● **ASSIGNMENT**: Check each line of the material for the string "version", and copy the lines that have it.

+ + + + + + +

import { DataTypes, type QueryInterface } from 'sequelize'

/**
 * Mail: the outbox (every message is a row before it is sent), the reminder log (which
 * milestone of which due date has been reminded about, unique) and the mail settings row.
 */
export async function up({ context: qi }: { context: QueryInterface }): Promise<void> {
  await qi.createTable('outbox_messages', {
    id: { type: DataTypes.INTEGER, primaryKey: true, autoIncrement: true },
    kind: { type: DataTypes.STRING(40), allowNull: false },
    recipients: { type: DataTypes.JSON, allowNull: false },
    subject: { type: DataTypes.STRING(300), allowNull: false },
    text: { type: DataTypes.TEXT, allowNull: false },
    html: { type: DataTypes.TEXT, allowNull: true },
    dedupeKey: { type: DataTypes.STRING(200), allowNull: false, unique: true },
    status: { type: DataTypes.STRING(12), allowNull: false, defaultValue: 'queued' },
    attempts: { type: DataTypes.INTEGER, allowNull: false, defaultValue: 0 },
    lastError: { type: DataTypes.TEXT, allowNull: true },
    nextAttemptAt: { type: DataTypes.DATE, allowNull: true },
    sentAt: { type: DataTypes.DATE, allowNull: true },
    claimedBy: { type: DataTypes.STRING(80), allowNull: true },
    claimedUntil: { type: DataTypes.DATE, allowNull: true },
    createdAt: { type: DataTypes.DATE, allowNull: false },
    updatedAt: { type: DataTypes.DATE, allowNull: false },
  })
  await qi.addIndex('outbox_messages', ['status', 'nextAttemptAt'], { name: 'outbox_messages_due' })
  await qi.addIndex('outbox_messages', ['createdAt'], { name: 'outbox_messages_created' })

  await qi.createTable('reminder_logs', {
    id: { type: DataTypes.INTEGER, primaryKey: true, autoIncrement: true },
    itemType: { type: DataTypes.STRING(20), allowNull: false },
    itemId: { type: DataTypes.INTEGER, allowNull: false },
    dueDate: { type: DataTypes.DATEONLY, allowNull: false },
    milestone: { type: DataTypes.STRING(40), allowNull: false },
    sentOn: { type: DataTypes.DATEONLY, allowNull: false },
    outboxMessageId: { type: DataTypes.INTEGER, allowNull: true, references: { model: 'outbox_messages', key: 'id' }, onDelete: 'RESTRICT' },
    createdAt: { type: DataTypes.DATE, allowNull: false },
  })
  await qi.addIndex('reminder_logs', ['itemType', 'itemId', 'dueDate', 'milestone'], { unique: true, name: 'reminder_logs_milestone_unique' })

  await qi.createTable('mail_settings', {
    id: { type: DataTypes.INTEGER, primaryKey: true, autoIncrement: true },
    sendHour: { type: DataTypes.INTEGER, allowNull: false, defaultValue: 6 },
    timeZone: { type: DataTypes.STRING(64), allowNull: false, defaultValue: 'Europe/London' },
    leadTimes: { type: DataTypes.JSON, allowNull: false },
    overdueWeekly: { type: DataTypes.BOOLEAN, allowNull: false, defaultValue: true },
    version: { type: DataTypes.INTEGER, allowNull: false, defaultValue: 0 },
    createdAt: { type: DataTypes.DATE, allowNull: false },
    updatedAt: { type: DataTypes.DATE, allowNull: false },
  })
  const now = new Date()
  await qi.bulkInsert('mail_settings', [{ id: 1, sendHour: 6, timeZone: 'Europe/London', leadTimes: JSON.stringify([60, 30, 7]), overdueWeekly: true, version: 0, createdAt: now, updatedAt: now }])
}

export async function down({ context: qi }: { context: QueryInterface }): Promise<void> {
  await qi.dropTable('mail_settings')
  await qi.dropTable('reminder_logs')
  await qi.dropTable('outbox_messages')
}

+ + + + + + +

● **RESPONSE**:
    version: { type: DataTypes.INTEGER, allowNull: false, defaultValue: 0 },
  await qi.bulkInsert('mail_settings', [{ id: 1, sendHour: 6, timeZone: 'Europe/London', leadTimes: JSON.stringify([60, 30, 7]), overdueWeekly: true, version: 0, createdAt: now, updatedAt: now }])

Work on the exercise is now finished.